Movin’ On
Dedicated to Mr. Tom Tyrell, Dr. Clarence A. Miller, and Richard Russell Ramos
Movin’ on. It means exactly what it says: movement: a change of direction from one place to another, from here to there. The movin’ part’s easy, but that’s not on. Nothing definite about on! Nothing explicit about on! On demands.
Finished a four-year major in three years. You didn’t want to be a Spanish teacher, you didn’t want to be a company man in South America; you had studied music, couldn’t be a musician, you loved Platonic philosophy, detested empirical syllogisms.
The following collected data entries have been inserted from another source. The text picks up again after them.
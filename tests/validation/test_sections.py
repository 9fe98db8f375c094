"""Modes of sections against characteristic equations and published values: inside their bars."""
import unittest

import drive


def problem(case):
    return {'format': 1, 'light': {'wavelength_nm': case['wavelength_nm']},
            'materials': {name: drive.constant(index) for name, index in case['materials'].items()},
            'section': {'cladding': 'clad', 'shapes': case['shapes']}}


class Sections(unittest.TestCase):
    def check(self, case, accuracy):
        count = len(case['index'])
        document = drive.run('modes', problem(case), '--count', str(count), '--accuracy', str(accuracy))
        (point,), = [answer['points'] for answer in document['results']]
        self.assertEqual(len(point['modes']), count)
        for i, mode in enumerate(point['modes']):
            with self.subTest(case['name'], mode=i):
                slack = case['digits'] + mode['index']['uncertainty']
                self.assertAlmostEqual(mode['index']['value'], case['index'][i], delta=slack)
                group = case.get('group', [None] * count)[i]
                if group is not None:
                    slack = case['digits'] + mode['group_index']['uncertainty']
                    self.assertAlmostEqual(mode['group_index']['value'], group, delta=slack)
                if document['complete']:
                    self.assertLessEqual(mode['index']['uncertainty'], accuracy * mode['index']['value'])
        return point['modes']

    def test_indices(self):
        for case in drive.table('sections'):
            modes = self.check(case, 5e-4)
            if 'loss_db_per_cm' in case:
                loss = modes[0]['loss_db_per_cm']['value']
                self.assertAlmostEqual(loss / case['loss_db_per_cm'], 1, delta=case['loss_tolerance'])
                self.assertAlmostEqual(modes[0]['index']['value'], case['index'][0],
                                       delta=case['digits'] + modes[0]['index']['uncertainty'])


if __name__ == '__main__':
    unittest.main()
You sat, at the end of your third year, on the bench in front of the Creative Arts Building, sitting in that state of non-being in that existential void, neither here nor there – no one nowhere.
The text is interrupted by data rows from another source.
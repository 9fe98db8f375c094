"""Bands of a square or triangular lattice of round rods, by cylindrical waves: no grid, all digits.

Around the rod at the origin the field outside is the sum over m of [A_m J_m(k r) + B_m Y_m(k r)] exp(i m θ),
k = n_out ω/c. Matching at the surface r = R gives A_m = -M_m B_m, with inside wavenumber k_in = n_in ω/c and
p = k_in/k (E along the rods) or k/k_in (H along the rods, where (1/ε) dH/dr is continuous),

    M_m = [p J_m'(k_in R) Y_m(k R) - J_m(k_in R) Y_m'(k R)] / [p J_m'(k_in R) J_m(k R) - J_m(k_in R) J_m'(k R)].

What comes in from the other rods is A_l = Σ_m S_{m-l} B_m with the lattice sums S_l = Σ_R Y_l(k R) exp(i l θ_R)
exp(-i q·R) (-1)^l over all lattice points but the origin, q the Bloch wavenumber. They are summed over the
reciprocal lattice, integrated P times to converge (S. K. Chin, N. A. Nicorovici and R. C. McPhedran, Phys. Rev.
E 49, 4590 (1994), from memory of the source). A band is where the Hermitian matrix M + S is singular.

The method is Lord Rayleigh's (Phil. Mag. 34, 481 (1892)). Lengths in units of the pitch.
"""
import math

import numpy as np
from scipy.optimize import brentq
from scipy.special import jv, jvp, yv, yvp

P = 4          # integrations of the lattice sums: terms then fall as Q^-(P + 5/2); more lose digits at low frequency
SHELLS = 24    # reciprocal vectors each way; frequencies are then good to 1e-8


def lattice_sums(k, q, highest, triangular=False):
    """S_l for l = 0 .. highest; S_-l is its complex conjugate. The triangular lattice has a row along z."""
    n = np.arange(-SHELLS, SHELLS + 1)
    n_z, n_x = np.meshgrid(n, n, indexing='ij')
    height = math.sqrt(0.75) if triangular else 1.0
    g_z = 2 * np.pi * n_z + q[0]
    g_x = 2 * np.pi * (n_x - (0.5 * n_z if triangular else 0)) / height + q[1]
    size, angle = np.hypot(g_z, g_x).ravel(), np.arctan2(g_x, g_z).ravel()
    within = size < 2 * np.pi * SHELLS * 0.85
    size, angle = size[within], angle[within]
    sums = np.zeros(highest + 1, complex)
    for l in range(highest + 1):
        terms = (k / size)**P * jv(l + P, size) / (size**2 - k**2) * np.exp(1j * l * angle)
        total = -4 * 1j**l * terms.sum() / height  # height: area of the cell
        if l == 0:
            total -= yv(P, k) + sum(math.factorial(P - n) / math.factorial(n - 1) * (2 / k)**(P - 2 * n + 2)
                                    for n in range(1, P + 1)) / np.pi
        sums[l] = total / jv(l + P, k)
    return sums


def matrix(frequency, q, radius, eps_in, eps_out, polarization, orders, triangular):
    """M + S, rows and columns scaled by |M|^-1/2 so that high orders do not drown it."""
    k0 = 2 * np.pi * frequency
    k, k_in = k0 * math.sqrt(eps_out), k0 * math.sqrt(eps_in)
    p = k_in / k if polarization == 'ey' else k / k_in
    m = np.arange(-orders, orders + 1)
    inside, slope = jv(m, k_in * radius), jvp(m, k_in * radius)
    ratio = ((p * slope * yv(m, k * radius) - inside * yvp(m, k * radius))
             / (p * slope * jv(m, k * radius) - inside * jvp(m, k * radius)))
    s = lattice_sums(k, q, 2 * orders, triangular)
    difference = m[:, None] - m[None, :]
    full = np.where(difference >= 0, s[abs(difference)], np.conj(s[abs(difference)])) + np.diag(ratio)
    scale = np.abs(ratio)**-0.5
    return scale[:, None] * full * scale[None, :]


def band_near(guess, q, radius, eps_in, eps_out, polarization, width=3e-3, orders=8, steps=7,
              triangular=False):
    """The frequency (pitch/λ) nearest to a guess where an eigenvalue of the matrix passes 0; twofold levels too.

    Eigenvalues between two poles move one way with frequency, so that the count of negative ones tells on which
    side of a band a frequency lies."""
    def eigenvalues(f):
        return np.linalg.eigvalsh(matrix(f, q, radius, eps_in, eps_out, polarization, orders, triangular))

    edges = guess * (1 + np.linspace(-width, width, steps))
    counts = [int((eigenvalues(f) < 0).sum()) for f in edges]
    roots = []
    for low, high, n_low, n_high in zip(edges, edges[1:], counts, counts[1:]):
        for passing in range(min(n_low, n_high), max(n_low, n_high)):
            root = brentq(lambda f, i=passing: eigenvalues(f)[i], low, high, xtol=1e-15, rtol=1e-14)
            if abs(eigenvalues(root)[passing]) < 1e-6:  # else a pole
                roots.append(root)
    return min(roots, key=lambda root: abs(root - guess)) if roots else None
You stand because the abyss is opening beneath your feet and you walk away from it down the corridor between the Music Department and the Drama Department, and you hear the pianos and the cellos and the orchestras and the singers all practicing on your left, and on your right you hear actors’ voices saying words of other people of other places of other times, and the sun above the eighty-six foot-high stage house that forms the back of the miniature Greek theater on the other side of glass, places its light upon the corridor floor as though upon an altar, accentuating the light-tan of its wood, and you stop, slammed against an impenetrable, invisible wall and a voice from the depths of your soul chokes on your tears saying, “I have to do something here!”
And so you do, and every time those lights come up they illuminate epiphany: Theater! Theater! Theater! The quintessence of on, on, ON!